(Dataset items)
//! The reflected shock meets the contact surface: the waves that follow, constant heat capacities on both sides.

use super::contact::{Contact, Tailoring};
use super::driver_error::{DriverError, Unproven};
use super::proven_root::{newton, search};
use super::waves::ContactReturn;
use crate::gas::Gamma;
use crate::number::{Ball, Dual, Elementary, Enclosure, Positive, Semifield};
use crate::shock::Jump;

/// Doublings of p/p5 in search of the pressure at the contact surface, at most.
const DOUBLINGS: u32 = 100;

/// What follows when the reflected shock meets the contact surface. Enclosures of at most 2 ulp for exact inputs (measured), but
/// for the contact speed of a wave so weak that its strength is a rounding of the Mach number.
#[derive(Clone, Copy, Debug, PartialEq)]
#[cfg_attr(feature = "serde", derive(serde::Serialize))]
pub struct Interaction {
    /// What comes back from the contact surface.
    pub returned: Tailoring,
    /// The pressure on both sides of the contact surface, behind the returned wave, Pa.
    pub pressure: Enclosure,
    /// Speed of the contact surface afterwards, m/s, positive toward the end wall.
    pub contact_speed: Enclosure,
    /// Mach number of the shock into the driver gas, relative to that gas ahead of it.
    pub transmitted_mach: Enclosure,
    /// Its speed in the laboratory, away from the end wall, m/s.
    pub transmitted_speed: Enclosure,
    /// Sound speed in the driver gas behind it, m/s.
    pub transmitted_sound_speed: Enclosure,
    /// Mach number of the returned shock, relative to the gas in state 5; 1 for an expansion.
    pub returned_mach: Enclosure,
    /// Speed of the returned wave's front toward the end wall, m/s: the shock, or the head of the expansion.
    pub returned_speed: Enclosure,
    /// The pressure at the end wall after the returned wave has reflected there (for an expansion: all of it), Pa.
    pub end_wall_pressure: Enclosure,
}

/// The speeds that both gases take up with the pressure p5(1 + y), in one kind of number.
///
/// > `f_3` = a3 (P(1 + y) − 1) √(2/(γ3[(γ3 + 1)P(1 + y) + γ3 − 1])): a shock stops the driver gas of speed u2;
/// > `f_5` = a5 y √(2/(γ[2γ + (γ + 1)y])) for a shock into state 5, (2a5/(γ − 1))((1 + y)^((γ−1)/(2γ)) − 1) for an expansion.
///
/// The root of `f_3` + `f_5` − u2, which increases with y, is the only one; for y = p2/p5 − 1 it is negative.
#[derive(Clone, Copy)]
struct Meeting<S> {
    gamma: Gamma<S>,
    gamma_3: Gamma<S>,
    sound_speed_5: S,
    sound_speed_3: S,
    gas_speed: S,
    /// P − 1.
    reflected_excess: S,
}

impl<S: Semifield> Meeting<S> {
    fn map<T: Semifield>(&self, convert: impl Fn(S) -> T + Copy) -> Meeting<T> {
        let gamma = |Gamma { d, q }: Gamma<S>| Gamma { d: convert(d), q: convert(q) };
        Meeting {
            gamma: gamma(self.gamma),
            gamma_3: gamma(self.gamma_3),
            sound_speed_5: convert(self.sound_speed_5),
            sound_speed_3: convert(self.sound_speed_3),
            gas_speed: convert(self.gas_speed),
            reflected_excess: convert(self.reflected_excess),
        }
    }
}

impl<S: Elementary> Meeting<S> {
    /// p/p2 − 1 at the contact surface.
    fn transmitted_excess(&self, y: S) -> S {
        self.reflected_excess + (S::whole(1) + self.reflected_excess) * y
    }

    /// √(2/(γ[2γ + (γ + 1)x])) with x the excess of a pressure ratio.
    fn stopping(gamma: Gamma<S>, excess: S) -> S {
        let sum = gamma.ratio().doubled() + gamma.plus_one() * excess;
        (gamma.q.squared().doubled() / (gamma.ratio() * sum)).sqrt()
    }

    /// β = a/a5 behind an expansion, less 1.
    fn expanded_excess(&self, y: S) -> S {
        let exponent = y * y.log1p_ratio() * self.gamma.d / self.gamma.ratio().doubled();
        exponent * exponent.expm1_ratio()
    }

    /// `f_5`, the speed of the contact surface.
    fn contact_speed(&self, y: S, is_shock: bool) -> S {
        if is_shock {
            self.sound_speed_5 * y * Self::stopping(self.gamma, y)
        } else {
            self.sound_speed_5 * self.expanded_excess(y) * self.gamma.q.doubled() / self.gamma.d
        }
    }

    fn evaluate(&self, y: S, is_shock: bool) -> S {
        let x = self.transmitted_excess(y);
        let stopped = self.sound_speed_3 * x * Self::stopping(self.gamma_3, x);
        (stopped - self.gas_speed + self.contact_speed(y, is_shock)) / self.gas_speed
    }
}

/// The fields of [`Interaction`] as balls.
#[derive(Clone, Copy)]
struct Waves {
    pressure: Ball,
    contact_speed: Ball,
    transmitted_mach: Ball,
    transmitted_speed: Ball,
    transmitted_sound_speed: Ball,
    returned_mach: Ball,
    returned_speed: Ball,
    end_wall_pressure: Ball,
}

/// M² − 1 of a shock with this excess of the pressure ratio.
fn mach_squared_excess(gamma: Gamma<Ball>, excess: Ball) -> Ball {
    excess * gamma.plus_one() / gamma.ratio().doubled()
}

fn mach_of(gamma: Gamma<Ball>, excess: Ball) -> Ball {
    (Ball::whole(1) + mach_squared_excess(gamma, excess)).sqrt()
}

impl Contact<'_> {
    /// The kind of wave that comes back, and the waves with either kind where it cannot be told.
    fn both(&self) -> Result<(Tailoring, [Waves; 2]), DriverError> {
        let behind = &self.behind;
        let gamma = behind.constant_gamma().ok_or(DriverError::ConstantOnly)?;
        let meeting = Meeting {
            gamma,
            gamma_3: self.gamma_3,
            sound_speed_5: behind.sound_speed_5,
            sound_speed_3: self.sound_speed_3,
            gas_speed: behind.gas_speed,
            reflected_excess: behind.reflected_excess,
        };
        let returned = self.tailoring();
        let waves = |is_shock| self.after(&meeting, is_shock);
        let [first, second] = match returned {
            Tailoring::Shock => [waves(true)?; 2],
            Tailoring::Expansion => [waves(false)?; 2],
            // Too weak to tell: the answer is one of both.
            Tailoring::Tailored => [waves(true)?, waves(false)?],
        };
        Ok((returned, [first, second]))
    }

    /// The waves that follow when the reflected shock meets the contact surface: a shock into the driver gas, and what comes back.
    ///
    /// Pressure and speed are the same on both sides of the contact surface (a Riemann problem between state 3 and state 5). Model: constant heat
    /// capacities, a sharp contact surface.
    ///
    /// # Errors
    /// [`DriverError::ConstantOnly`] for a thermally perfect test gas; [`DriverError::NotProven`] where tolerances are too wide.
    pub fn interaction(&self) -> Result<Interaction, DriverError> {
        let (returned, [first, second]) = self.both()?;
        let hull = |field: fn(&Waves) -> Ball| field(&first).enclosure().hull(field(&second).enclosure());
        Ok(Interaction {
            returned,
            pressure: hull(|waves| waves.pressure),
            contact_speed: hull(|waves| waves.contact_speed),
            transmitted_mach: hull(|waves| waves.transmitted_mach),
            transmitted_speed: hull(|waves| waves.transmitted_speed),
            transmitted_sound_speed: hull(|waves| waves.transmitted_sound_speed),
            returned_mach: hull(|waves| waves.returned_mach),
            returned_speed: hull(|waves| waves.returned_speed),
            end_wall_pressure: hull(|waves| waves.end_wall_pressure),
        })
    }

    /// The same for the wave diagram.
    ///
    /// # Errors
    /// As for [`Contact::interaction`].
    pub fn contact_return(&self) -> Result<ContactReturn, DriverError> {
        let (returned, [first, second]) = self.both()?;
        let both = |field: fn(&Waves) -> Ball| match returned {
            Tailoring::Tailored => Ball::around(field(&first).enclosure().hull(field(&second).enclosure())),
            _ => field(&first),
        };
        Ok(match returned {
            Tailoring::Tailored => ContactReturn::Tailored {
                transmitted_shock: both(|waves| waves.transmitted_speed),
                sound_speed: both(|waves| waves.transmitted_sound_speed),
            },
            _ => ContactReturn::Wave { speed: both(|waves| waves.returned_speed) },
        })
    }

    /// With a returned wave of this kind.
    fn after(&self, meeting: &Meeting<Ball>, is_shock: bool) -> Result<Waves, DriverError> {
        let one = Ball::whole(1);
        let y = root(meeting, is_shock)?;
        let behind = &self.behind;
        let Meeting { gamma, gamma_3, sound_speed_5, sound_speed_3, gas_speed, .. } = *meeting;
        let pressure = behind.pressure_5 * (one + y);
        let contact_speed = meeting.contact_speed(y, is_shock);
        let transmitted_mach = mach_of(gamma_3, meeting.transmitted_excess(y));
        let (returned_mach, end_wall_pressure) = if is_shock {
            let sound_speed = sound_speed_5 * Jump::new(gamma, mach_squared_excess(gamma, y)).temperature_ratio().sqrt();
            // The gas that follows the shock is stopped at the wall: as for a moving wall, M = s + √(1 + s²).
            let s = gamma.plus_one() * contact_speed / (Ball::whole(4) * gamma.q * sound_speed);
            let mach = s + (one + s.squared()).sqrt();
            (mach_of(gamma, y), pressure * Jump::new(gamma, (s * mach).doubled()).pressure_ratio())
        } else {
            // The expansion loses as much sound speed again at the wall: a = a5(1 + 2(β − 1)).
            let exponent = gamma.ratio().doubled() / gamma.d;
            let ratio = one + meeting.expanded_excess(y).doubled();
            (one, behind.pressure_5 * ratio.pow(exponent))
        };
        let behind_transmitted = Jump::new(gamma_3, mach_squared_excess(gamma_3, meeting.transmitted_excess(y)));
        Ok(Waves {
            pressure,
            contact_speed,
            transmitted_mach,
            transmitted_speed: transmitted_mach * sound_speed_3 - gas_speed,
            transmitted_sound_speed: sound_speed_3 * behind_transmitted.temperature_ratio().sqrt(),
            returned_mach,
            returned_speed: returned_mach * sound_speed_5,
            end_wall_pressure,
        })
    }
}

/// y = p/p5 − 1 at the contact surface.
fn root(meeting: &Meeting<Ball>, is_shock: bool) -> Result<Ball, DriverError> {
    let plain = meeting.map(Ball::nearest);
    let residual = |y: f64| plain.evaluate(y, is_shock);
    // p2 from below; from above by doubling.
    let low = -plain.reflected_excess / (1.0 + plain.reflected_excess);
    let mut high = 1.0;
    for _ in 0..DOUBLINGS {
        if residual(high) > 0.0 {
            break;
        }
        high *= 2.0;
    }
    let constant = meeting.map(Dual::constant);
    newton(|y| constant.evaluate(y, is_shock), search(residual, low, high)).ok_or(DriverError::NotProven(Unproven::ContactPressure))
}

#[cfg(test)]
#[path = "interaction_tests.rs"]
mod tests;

Instructions to follow
For every line above that includes the word "whole", return the line.

Exercise output
        self.reflected_excess + (S::whole(1) + self.reflected_excess) * y
    (Ball::whole(1) + mach_squared_excess(gamma, excess)).sqrt()
        let one = Ball::whole(1);
            let s = gamma.plus_one() * contact_speed / (Ball::whole(4) * gamma.q * sound_speed);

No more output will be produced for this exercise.